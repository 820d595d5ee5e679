import {
  BadRequestException,
  Body,
  Controller,
  Get,
  Header,
  HttpCode,
  Param,
  ParseIntPipe,
  Patch,
  Post,
  Query,
} from '@nestjs/common';
import { ApiBearerAuth, ApiCreatedResponse, ApiOkResponse, ApiProduces, ApiTags } from '@nestjs/swagger';
import { CurrentUser } from '../auth/current-user.decorator.js';
import type { SignedInUser } from '../auth/signed-in-user.js';
import { RecentSeconds } from '../indicators/recent-seconds.js';
import type { Page } from '../page.js';
import { AxesService } from './axes.service.js';
import { AxisDto, AxisPageDto, AxisQuery } from './dto/axis.dto.js';
import { ChangeAxisDto, CreateAxisDto } from './dto/axis-sheet.dto.js';
import { ConfirmBaselineDto, MaintenanceDto } from './dto/axis-care.dto.js';
import { FleetSummaryDto, StripsDto } from './dto/fleet.dto.js';
import {
  EstimatePageDto,
  HistoricEstimateDto,
  IndicatorPageDto,
  IndicatorPointDto,
  IndicatorQuery,
  SpanQuery,
  TuningPageDto,
  TuningRevisionDto,
} from './dto/history.dto.js';
import { SiteQuery } from './dto/site.dto.js';
import { HistoryService } from './history.service.js';
import { tuningsCsv } from './tunings-csv.js';
import { stripPoint } from './strip-point.js';

@ApiTags('fleet')
@ApiBearerAuth()
@Controller('axes')
export class AxesController {
  constructor(
    private readonly axes: AxesService,
    private readonly history: HistoryService,
    private readonly recent: RecentSeconds,
  ) {}

  /** Worst first. */
  @Get()
  @ApiOkResponse({ type: AxisPageDto })
  async list(@Query() query: AxisQuery, @CurrentUser() user: SignedInUser): Promise<Page<AxisDto>> {
    const from = Number(query.cursor ?? 0);
    if (!Number.isInteger(from) || from < 0)
      throw new BadRequestException({ errors: [{ path: 'cursor', message: 'is none that this list gave' }] });
    const all = await this.axes.list(query, user);
    const to = from + query.limit;
    return { items: all.slice(from, to), nextCursor: to < all.length ? String(to) : null };
  }

  @Post()
  @ApiCreatedResponse({ type: AxisDto })
  async register(@Body() body: CreateAxisDto, @CurrentUser() user: SignedInUser): Promise<AxisDto> {
    return this.axes.toDto(await this.axes.register(body, user));
  }

  /** The last two minutes of every axis, second by second: what the tiles' strips start with. */
  @Get('strips')
  @ApiOkResponse({ type: StripsDto })
  async strips(@Query() { siteId }: SiteQuery, @CurrentUser() user: SignedInUser): Promise<StripsDto> {
    const ids = await this.axes.ids(user, siteId);
    return {
      items: ids.map((id) => ({ id, seconds: this.recent.of(id).map(stripPoint) })),
      nextCursor: null,
    };
  }

  @Get('summary')
  @ApiOkResponse({ type: FleetSummaryDto })
  summary(@Query() { siteId }: SiteQuery, @CurrentUser() user: SignedInUser): Promise<FleetSummaryDto> {
    return this.axes.summary(user, siteId);
  }

  @Get(':id')
  @ApiOkResponse({ type: AxisDto })
  async get(@Param('id', ParseIntPipe) id: number, @CurrentUser() user: SignedInUser): Promise<AxisDto> {
    return this.axes.toDto(await this.axes.get(id, user));
  }

  @Patch(':id')
  @ApiOkResponse({ type: AxisDto })
  async change(
    @Param('id', ParseIntPipe) id: number,
    @Body() body: ChangeAxisDto,
    @CurrentUser() user: SignedInUser,
  ): Promise<AxisDto> {
    return this.axes.toDto(await this.axes.change(id, body, user));
  }

  @Post(':id/maintenance')
  @HttpCode(200)
  @ApiOkResponse({ type: AxisDto })
  async maintain(
    @Param('id', ParseIntPipe) id: number,
    @Body() body: MaintenanceDto,
    @CurrentUser() user: SignedInUser,
  ): Promise<AxisDto> {
    return this.axes.toDto(await this.axes.maintain(id, body, user));
  }

  /** Takes the present estimate as the baseline. */
  @Post(':id/baseline')
  @HttpCode(200)
  @ApiOkResponse({ type: AxisDto })
  async confirmBaseline(
    @Param('id', ParseIntPipe) id: number,
    @Body() _: ConfirmBaselineDto,
    @CurrentUser() user: SignedInUser,
  ): Promise<AxisDto> {
    return this.axes.toDto(await this.axes.confirmBaseline(id, user));
  }

  @Get(':id/estimates')
  @ApiOkResponse({ type: EstimatePageDto })
  async estimates(
    @Param('id', ParseIntPipe) id: number,
    @Query() query: SpanQuery,
    @CurrentUser() user: SignedInUser,
  ): Promise<Page<HistoricEstimateDto>> {
    return this.history.estimates(await this.axes.get(id, user), query);
  }

  @Get(':id/indicators')
  @ApiOkResponse({ type: IndicatorPageDto })
  async indicators(
    @Param('id', ParseIntPipe) id: number,
    @Query() query: IndicatorQuery,
    @CurrentUser() user: SignedInUser,
  ): Promise<Page<IndicatorPointDto>> {
    return this.history.indicators(await this.axes.get(id, user), query);
  }

  /** Every tuning revision as CSV. */
  @Get(':id/tunings.csv')
  @ApiProduces('text/csv')
  @ApiOkResponse({ schema: { type: 'string' } })
  @Header('Content-Type', 'text/csv; charset=utf-8')
  async tuningsAsCsv(
    @Param('id', ParseIntPipe) id: number,
    @CurrentUser() user: SignedInUser,
  ): Promise<string> {
    return tuningsCsv(await this.history.tunings(await this.axes.get(id, user)));
  }

  @Get(':id/tunings')
  @ApiOkResponse({ type: TuningPageDto })
  async tunings(
    @Param('id', ParseIntPipe) id: number,
    @CurrentUser() user: SignedInUser,
  ): Promise<Page<TuningRevisionDto>> {
    return { items: await this.history.tunings(await this.axes.get(id, user)), nextCursor: null };
  }
}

**Task description:**
Show every line above in which the word "tuningsCsv" appears.

**Solution to this exercise:**
import { tuningsCsv } from './tunings-csv.js';
    return tuningsCsv(await this.history.tunings(await this.axes.get(id, user)));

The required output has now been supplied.